Each of the CPUs 120 and 130 processes instructions of a predetermined algorithm. The processing includes fetching instructions and data, decoding instructions, executing instructions and storing results. In an implementation, the CPUs 120 and 130 use one or more processor cores with circuitry for executing instructions according to a predefined general-purpose instruction set architecture (ISA). Each of the root complexes 122 and 132 provides connectivity between a respective one of the CPUs 120 and 130 and one or more endpoint devices. As used herein, an “endpoint device” can also be referred to as an “endpoint.” For example, endpoint devices 124 and 134 can also be referred to as endpoints 124 and 134. In the illustrated implementation, each of the root complexes 122 and 132 is connected to a single endpoint, but in other implementations, one or more of the root complexes 122 and 132 is connected to multiple endpoints.
As used herein, a “root complex” refers to a communication switch fabric that is a root near a corresponding CPU of an inverted tree hierarchy that is capable of communicating with multiple endpoints. For example, the root complex is connected to the corresponding CPU through a local bus, and the root complex generates transaction requests on behalf of the corresponding CPU to send to one or more multiple endpoint devices that are connected via ports to the root complex. The root complex includes one or more queues for storing requests and responses corresponding to various types of transactions such as messages, commands, payload data, and so forth. The root complex also includes circuitry for implementing switches for routing transactions and for supporting a particular communication protocol. One example of a communication protocol is the Peripheral Component Interconnect Express (PCIe) communication protocol.

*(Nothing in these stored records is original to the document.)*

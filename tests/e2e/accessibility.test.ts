import { AxeBuilder } from '@axe-core/playwright';
import type { Page } from 'playwright-core';
import { afterAll, beforeAll, describe, expect, it } from 'vitest';
import { inventedFile, mzText } from './support/invented-run';
import { mailTo } from './support/mails';
import { buildOnlyTree, ionRow, open, openTree, selectIon, uploadRun } from './support/pages';
import { openWorld, type World } from './support/world';

const THEMES = ['light', 'dark'] as const;
type Theme = (typeof THEMES)[number];

let world: World;
let pages: Record<Theme, Page>;
let strangers: Record<Theme, Page>;
let run = '';
let tree = '';

/** A run, a tree under review with a remark on an ion, a mail: no screen may be empty. */
async function fill(page: Page): Promise<void> {
  await uploadRun(page, world.study, 'fraction-7.mzML', inventedFile());
  run = new URL(page.url()).pathname;
  tree = await buildOnlyTree(page);
  await selectIon(page, mzText('C17H18NO3'));
  await page.keyboard.press('Enter');
  await ionRow(page, mzText('C17H18NO3')).filter({ hasText: 'confirmed' }).waitFor();
  await page.getByLabel(/^Write a remark on m\/z/).fill('Is it water from the ring?');
  await page.getByRole('button', { name: 'Write remark' }).click();
  await page.getByRole('article', { name: 'Remark of lead' }).waitFor();
  await open(page, `${tree}/review`);
  await page.getByRole('checkbox', { name: 'reviewer' }).check();
  await page.getByRole('button', { name: 'Ask for review' }).click();
  await page.getByText('has not answered yet').waitFor();
  await mailTo(world.product.mailFolder, world.people.reviewer.email);
}

beforeAll(async () => {
  world = await openWorld();
  const [light, dark] = await Promise.all(
    THEMES.map((colorScheme) => world.as(world.people.lead, { colorScheme, reducedMotion: 'reduce' }))
  );
  pages = { light, dark };
  const [outside, outsideDark] = await Promise.all(THEMES.map((colorScheme) => world.window({ colorScheme })));
  strangers = { light: outside, dark: outsideDark };
  await fill(light);
});
afterAll(() => world?.close());

/** What a person with a screen reader, a keyboard or weak eyes stumbles over: rule, and the first places. */
async function obstacles(page: Page): Promise<string[]> {
  const { violations } = await new AxeBuilder({ page }).analyze();
  return violations
    .filter(({ impact }) => impact === 'serious' || impact === 'critical')
    .map(
      ({ id, nodes }) =>
        `${id}: ${nodes
          .slice(0, 3)
          .map(({ html }) => html.slice(0, 160))
          .join(' | ')}`
    );
}

const settings = () => `/settings/${world.groupId}`;
const SCREENS: [name: string, path: () => string][] = [
  ['the desk', () => '/'],
  ['the studies', () => '/studies'],
  ['the trees of a study', () => world.study],
  ['the runs of a study', () => `${world.study}/runs`],
  ['the members of a study', () => `${world.study}/members`],
  ['a run', () => run],
  ['the review', () => `${tree}/review`],
  ['the report', () => `${tree}/report`],
  ['the groups', () => '/settings'],
  ['the members of a group', settings],
  ['the invitations', () => `${settings()}/invitations`],
  ['the defaults', () => `${settings()}/defaults`],
  ['the audit log', () => `${settings()}/audit`],
  ['the account', () => '/account'],
  ['the page about the product', () => '/about'],
  ['a page that is not there', () => '/studies/nothing-here']
];
const OUTSIDE: [name: string, path: string][] = [
  ['signing in', '/sign-in'],
  ['a forgotten password', '/forgot'],
  ['the caught mails', '/dev/mail']
];

describe.each(THEMES)('in the %s theme', (theme) => {
  it.each(SCREENS)('%s has no serious obstacle', async (_name, path) => {
    await open(pages[theme], path());
    expect(await obstacles(pages[theme])).toEqual([]);
  });

  it.each(OUTSIDE)('%s has no serious obstacle', async (_name, path) => {
    await open(strangers[theme], path);
    expect(await obstacles(strangers[theme])).toEqual([]);
  });

  it('the workbench has no serious obstacle, with nothing, an ion and a spectrum selected', async () => {
    const page = pages[theme];
    await openTree(page, tree);
    expect(await page.locator('html').getAttribute('data-theme')).toBe(theme);
    expect(await obstacles(page)).toEqual([]);
    await selectIon(page, mzText('C17H18NO3'));
    expect(await obstacles(page)).toEqual([]);
    await openTree(page, `${tree}?spectrum=1`);
    expect(await obstacles(page)).toEqual([]);
  });

  it('the dialogs have no serious obstacle', async () => {
    const page = pages[theme];
    await open(page, '/studies');
    await page.getByRole('button', { name: 'New study' }).click();
    await page.getByRole('dialog').getByLabel('Name').waitFor();
    expect(await obstacles(page)).toEqual([]);
    await openTree(page, tree);
    await page.getByRole('button', { name: 'Settings' }).click();
    await page.getByRole('dialog').getByLabel('Elements').waitFor();
    expect(await obstacles(page)).toEqual([]);
  });
});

In various implementations, each of the endpoints 124 and 134 includes a parallel data processing unit, which utilizes a single instruction multiple word (SIMD) micro-architecture. As described earlier, in some implementations, the parallel data processing unit is a graphics processing unit (GPU). The SIMD micro-architecture uses multiple compute resources with each of the compute resources having a pipelined lane for executing a work item of many work items. Each work unit is a combination of a command and respective data. One or more other pipelines uses the same instructions for the command, but operate on different data. Each pipelined lane is also referred to as a compute unit.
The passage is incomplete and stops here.